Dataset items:

*** Block opens ***

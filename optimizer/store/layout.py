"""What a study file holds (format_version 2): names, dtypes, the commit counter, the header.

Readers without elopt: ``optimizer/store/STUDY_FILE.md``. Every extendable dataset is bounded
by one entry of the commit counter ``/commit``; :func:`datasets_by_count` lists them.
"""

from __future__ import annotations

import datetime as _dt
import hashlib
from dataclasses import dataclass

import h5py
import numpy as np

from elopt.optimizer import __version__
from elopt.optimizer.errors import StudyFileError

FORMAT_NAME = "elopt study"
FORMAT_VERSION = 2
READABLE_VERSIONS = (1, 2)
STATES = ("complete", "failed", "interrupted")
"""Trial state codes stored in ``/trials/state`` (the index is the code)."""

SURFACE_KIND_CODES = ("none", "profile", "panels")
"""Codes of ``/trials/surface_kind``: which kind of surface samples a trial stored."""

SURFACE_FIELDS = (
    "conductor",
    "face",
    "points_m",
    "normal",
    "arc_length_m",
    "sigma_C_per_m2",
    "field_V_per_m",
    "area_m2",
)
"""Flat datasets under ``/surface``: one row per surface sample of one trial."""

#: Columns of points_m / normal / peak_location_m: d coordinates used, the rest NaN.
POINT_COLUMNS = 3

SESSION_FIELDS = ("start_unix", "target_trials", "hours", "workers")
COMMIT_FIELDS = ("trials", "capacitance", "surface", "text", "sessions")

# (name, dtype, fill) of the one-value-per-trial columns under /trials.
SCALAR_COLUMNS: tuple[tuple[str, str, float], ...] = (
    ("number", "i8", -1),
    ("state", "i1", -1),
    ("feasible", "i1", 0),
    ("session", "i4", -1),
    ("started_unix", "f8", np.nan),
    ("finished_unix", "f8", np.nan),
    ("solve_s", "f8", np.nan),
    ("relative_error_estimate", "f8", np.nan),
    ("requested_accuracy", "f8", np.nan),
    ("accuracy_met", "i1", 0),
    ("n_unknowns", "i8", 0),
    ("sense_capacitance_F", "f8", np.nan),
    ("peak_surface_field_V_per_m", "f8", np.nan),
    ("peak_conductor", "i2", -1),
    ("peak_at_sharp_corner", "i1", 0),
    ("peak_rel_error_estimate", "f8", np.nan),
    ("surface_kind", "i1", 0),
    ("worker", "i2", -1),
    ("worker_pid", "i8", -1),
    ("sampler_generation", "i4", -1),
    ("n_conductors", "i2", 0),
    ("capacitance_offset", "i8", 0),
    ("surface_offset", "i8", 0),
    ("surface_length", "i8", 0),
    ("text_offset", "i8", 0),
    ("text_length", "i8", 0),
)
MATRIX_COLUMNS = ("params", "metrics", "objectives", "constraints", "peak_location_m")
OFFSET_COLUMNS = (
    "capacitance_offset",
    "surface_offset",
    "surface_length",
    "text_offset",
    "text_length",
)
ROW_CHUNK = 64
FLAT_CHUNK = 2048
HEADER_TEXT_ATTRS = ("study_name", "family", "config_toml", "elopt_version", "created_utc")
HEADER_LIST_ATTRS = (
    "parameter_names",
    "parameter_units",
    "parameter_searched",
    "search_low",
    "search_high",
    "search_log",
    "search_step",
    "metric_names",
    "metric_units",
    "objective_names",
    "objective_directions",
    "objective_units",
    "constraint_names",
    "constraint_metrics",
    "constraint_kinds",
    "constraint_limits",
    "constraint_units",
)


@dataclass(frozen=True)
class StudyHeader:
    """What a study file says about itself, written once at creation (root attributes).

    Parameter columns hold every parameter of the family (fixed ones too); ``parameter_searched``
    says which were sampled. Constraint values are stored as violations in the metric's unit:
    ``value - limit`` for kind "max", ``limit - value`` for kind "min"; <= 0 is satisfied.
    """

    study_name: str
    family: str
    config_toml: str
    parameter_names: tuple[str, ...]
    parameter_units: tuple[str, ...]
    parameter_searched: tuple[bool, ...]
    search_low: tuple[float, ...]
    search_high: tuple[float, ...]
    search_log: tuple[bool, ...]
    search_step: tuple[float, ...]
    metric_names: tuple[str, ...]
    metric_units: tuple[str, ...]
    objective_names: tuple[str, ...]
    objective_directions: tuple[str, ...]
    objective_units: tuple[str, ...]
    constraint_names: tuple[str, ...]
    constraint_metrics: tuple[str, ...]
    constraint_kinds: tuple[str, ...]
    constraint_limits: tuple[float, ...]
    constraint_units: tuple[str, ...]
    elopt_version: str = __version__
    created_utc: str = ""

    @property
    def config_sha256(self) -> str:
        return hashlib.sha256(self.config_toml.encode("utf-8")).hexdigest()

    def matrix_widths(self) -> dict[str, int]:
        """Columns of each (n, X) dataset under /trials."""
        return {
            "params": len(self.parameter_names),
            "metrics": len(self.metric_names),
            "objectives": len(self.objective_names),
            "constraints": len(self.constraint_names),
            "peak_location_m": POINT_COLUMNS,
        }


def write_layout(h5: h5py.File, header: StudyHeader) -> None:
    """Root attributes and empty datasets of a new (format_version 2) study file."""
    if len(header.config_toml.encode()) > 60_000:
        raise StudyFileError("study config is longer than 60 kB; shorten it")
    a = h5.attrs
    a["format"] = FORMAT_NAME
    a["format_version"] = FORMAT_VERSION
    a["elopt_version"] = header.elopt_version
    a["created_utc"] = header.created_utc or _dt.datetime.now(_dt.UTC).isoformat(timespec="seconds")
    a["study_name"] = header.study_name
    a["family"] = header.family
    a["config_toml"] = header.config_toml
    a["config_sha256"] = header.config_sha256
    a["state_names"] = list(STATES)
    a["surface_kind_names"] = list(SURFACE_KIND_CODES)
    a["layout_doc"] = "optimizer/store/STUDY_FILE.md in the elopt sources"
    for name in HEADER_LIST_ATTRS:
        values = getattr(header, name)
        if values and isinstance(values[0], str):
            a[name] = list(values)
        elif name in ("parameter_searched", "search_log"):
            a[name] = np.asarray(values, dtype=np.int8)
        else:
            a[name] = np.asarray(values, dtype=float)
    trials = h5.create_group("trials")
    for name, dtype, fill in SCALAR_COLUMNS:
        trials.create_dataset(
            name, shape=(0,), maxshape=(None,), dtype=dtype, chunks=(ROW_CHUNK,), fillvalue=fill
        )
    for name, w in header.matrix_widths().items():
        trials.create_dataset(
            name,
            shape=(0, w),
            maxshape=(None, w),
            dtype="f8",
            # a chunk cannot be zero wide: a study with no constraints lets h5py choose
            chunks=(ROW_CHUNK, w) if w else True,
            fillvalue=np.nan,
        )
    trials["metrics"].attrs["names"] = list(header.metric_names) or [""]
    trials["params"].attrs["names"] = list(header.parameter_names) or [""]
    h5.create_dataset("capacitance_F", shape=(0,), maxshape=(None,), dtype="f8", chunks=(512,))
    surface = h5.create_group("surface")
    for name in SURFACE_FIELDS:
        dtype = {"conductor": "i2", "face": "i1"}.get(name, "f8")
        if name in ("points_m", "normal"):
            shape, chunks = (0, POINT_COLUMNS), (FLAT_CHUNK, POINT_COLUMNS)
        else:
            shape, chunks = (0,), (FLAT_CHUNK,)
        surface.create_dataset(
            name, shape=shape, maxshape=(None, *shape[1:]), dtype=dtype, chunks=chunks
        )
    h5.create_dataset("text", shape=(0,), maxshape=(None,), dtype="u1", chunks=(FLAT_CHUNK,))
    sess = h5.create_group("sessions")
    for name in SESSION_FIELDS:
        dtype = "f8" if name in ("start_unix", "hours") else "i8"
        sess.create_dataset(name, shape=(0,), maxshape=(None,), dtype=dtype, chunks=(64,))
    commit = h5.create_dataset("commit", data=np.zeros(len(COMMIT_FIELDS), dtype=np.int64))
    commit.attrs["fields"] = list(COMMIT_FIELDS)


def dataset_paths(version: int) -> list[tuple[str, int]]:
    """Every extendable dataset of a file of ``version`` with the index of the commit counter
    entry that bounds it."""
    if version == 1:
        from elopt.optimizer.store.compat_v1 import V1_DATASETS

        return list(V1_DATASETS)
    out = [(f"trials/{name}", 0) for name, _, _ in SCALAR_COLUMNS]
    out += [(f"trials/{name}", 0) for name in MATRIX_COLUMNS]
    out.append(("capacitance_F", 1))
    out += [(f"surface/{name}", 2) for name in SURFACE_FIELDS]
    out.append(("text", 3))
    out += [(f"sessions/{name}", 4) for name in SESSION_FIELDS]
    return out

*** Block closes ***

Activity: Find the lines above that contain the string "constraints" and answer with how many there are, nothing else.

Written response: 3